**Records**

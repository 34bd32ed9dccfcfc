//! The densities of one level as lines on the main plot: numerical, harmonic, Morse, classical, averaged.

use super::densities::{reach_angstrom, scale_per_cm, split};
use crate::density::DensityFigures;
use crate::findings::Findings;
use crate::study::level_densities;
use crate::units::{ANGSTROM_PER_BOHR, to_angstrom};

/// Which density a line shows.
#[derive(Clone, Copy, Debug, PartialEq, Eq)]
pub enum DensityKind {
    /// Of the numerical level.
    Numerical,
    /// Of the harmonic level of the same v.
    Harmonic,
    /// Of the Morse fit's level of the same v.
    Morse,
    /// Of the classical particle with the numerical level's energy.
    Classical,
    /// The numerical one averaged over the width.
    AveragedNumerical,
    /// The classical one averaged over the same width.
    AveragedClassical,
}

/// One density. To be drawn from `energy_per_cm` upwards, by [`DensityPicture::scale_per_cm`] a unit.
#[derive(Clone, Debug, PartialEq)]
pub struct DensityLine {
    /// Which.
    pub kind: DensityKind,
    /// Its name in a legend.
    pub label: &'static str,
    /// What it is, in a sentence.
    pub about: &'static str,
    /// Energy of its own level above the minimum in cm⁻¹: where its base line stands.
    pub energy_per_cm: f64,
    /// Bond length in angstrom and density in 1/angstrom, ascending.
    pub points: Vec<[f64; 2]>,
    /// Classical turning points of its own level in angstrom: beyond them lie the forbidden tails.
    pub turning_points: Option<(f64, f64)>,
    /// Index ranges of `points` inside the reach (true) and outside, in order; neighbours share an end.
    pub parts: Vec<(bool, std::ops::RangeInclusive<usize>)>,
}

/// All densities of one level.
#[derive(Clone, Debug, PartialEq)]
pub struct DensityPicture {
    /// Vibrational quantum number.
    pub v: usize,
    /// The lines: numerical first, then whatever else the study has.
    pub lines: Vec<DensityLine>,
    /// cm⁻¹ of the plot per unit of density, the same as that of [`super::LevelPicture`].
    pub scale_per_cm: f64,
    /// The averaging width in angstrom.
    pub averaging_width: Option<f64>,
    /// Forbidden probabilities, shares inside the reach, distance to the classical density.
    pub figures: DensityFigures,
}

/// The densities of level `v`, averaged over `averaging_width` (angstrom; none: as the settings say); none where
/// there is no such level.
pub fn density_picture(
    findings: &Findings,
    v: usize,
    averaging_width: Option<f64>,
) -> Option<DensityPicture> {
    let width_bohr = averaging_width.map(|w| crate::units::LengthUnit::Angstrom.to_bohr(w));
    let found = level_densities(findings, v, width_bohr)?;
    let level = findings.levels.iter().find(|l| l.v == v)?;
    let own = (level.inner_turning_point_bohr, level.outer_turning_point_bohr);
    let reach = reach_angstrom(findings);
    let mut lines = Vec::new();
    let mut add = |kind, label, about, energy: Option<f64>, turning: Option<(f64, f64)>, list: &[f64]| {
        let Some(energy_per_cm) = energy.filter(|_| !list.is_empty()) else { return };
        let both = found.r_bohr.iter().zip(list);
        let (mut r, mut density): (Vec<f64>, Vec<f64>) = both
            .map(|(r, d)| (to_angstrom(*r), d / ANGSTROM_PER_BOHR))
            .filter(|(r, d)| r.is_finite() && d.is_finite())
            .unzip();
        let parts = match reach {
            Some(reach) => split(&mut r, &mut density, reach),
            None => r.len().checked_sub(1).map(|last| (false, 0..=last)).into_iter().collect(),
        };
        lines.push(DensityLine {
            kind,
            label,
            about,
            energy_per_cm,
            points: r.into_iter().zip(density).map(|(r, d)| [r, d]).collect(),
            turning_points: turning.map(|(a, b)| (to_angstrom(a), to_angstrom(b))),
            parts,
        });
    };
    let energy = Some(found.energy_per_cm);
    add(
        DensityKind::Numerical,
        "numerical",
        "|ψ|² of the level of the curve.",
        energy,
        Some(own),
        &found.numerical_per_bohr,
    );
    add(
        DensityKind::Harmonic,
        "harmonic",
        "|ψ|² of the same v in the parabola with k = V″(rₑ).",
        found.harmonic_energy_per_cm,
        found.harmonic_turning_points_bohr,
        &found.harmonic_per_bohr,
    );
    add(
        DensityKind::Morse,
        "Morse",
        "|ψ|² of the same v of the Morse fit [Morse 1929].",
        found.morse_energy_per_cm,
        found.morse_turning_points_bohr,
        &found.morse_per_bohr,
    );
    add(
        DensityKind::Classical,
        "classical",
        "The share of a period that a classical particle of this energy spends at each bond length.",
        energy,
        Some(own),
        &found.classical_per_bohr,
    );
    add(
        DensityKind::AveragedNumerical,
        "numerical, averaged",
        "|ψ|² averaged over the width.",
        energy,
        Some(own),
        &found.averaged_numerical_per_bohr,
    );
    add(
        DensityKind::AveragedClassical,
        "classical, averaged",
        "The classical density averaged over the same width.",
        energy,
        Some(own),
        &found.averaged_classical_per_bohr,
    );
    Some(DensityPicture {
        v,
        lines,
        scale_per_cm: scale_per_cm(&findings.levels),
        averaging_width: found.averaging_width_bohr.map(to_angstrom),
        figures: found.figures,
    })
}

**Task item**
Each line of the listing should be printed again, exactly.

**Response area**
repository 34bd32ed9dccfcfc
//! The densities of one level as lines on the main plot: numerical, harmonic, Morse, classical, averaged.

use super::densities::{reach_angstrom, scale_per_cm, split};
use crate::density::DensityFigures;
use crate::findings::Findings;
use crate::study::level_densities;
use crate::units::{ANGSTROM_PER_BOHR, to_angstrom};

/// Which density a line shows.
#[derive(Clone, Copy, Debug, PartialEq, Eq)]
pub enum DensityKind {
    /// Of the numerical level.
    Numerical,
    /// Of the harmonic level of the same v.
    Harmonic,
    /// Of the Morse fit's level of the same v.
    Morse,
    /// Of the classical particle with the numerical level's energy.
    Classical,
    /// The numerical one averaged over the width.
    AveragedNumerical,
    /// The classical one averaged over the same width.
    AveragedClassical,
}

/// One density. To be drawn from `energy_per_cm` upwards, by [`DensityPicture::scale_per_cm`] a unit.
#[derive(Clone, Debug, PartialEq)]
pub struct DensityLine {
    /// Which.
    pub kind: DensityKind,
    /// Its name in a legend.
    pub label: &'static str,
    /// What it is, in a sentence.
    pub about: &'static str,
    /// Energy of its own level above the minimum in cm⁻¹: where its base line stands.
    pub energy_per_cm: f64,
    /// Bond length in angstrom and density in 1/angstrom, ascending.
    pub points: Vec<[f64; 2]>,
    /// Classical turning points of its own level in angstrom: beyond them lie the forbidden tails.
    pub turning_points: Option<(f64, f64)>,
    /// Index ranges of `points` inside the reach (true) and outside, in order; neighbours share an end.
    pub parts: Vec<(bool, std::ops::RangeInclusive<usize>)>,
}

/// All densities of one level.
#[derive(Clone, Debug, PartialEq)]
pub struct DensityPicture {
    /// Vibrational quantum number.
    pub v: usize,
    /// The lines: numerical first, then whatever else the study has.
    pub lines: Vec<DensityLine>,
    /// cm⁻¹ of the plot per unit of density, the same as that of [`super::LevelPicture`].
    pub scale_per_cm: f64,
    /// The averaging width in angstrom.
    pub averaging_width: Option<f64>,
    /// Forbidden probabilities, shares inside the reach, distance to the classical density.
    pub figures: DensityFigures,
}

/// The densities of level `v`, averaged over `averaging_width` (angstrom; none: as the settings say); none where
/// there is no such level.
pub fn density_picture(
    findings: &Findings,
    v: usize,
    averaging_width: Option<f64>,
) -> Option<DensityPicture> {
    let width_bohr = averaging_width.map(|w| crate::units::LengthUnit::Angstrom.to_bohr(w));
    let found = level_densities(findings, v, width_bohr)?;
    let level = findings.levels.iter().find(|l| l.v == v)?;
    let own = (level.inner_turning_point_bohr, level.outer_turning_point_bohr);
    let reach = reach_angstrom(findings);
    let mut lines = Vec::new();
    let mut add = |kind, label, about, energy: Option<f64>, turning: Option<(f64, f64)>, list: &[f64]| {
        let Some(energy_per_cm) = energy.filter(|_| !list.is_empty()) else { return };
        let both = found.r_bohr.iter().zip(list);
        let (mut r, mut density): (Vec<f64>, Vec<f64>) = both
            .map(|(r, d)| (to_angstrom(*r), d / ANGSTROM_PER_BOHR))
            .filter(|(r, d)| r.is_finite() && d.is_finite())
            .unzip();
        let parts = match reach {
            Some(reach) => split(&mut r, &mut density, reach),
            None => r.len().checked_sub(1).map(|last| (false, 0..=last)).into_iter().collect(),
        };
        lines.push(DensityLine {
            kind,
            label,
            about,
            energy_per_cm,
            points: r.into_iter().zip(density).map(|(r, d)| [r, d]).collect(),
            turning_points: turning.map(|(a, b)| (to_angstrom(a), to_angstrom(b))),
            parts,
        });
    };
    let energy = Some(found.energy_per_cm);
    add(
        DensityKind::Numerical,
        "numerical",
        "|ψ|² of the level of the curve.",
        energy,
        Some(own),
        &found.numerical_per_bohr,
    );
    add(
        DensityKind::Harmonic,
        "harmonic",
        "|ψ|² of the same v in the parabola with k = V″(rₑ).",
        found.harmonic_energy_per_cm,
        found.harmonic_turning_points_bohr,
        &found.harmonic_per_bohr,
    );
    add(
        DensityKind::Morse,
        "Morse",
        "|ψ|² of the same v of the Morse fit [Morse 1929].",
        found.morse_energy_per_cm,
        found.morse_turning_points_bohr,
        &found.morse_per_bohr,
    );
    add(
        DensityKind::Classical,
        "classical",
        "The share of a period that a classical particle of this energy spends at each bond length.",
        energy,
        Some(own),
        &found.classical_per_bohr,
    );
    add(
        DensityKind::AveragedNumerical,
        "numerical, averaged",
        "|ψ|² averaged over the width.",
        energy,
        Some(own),
        &found.averaged_numerical_per_bohr,
    );
    add(
        DensityKind::AveragedClassical,
        "classical, averaged",
        "The classical density averaged over the same width.",
        energy,
        Some(own),
        &found.averaged_classical_per_bohr,
    );
    Some(DensityPicture {
        v,
        lines,
        scale_per_cm: scale_per_cm(&findings.levels),
        averaging_width: found.averaging_width_bohr.map(to_angstrom),
        figures: found.figures,
    })
}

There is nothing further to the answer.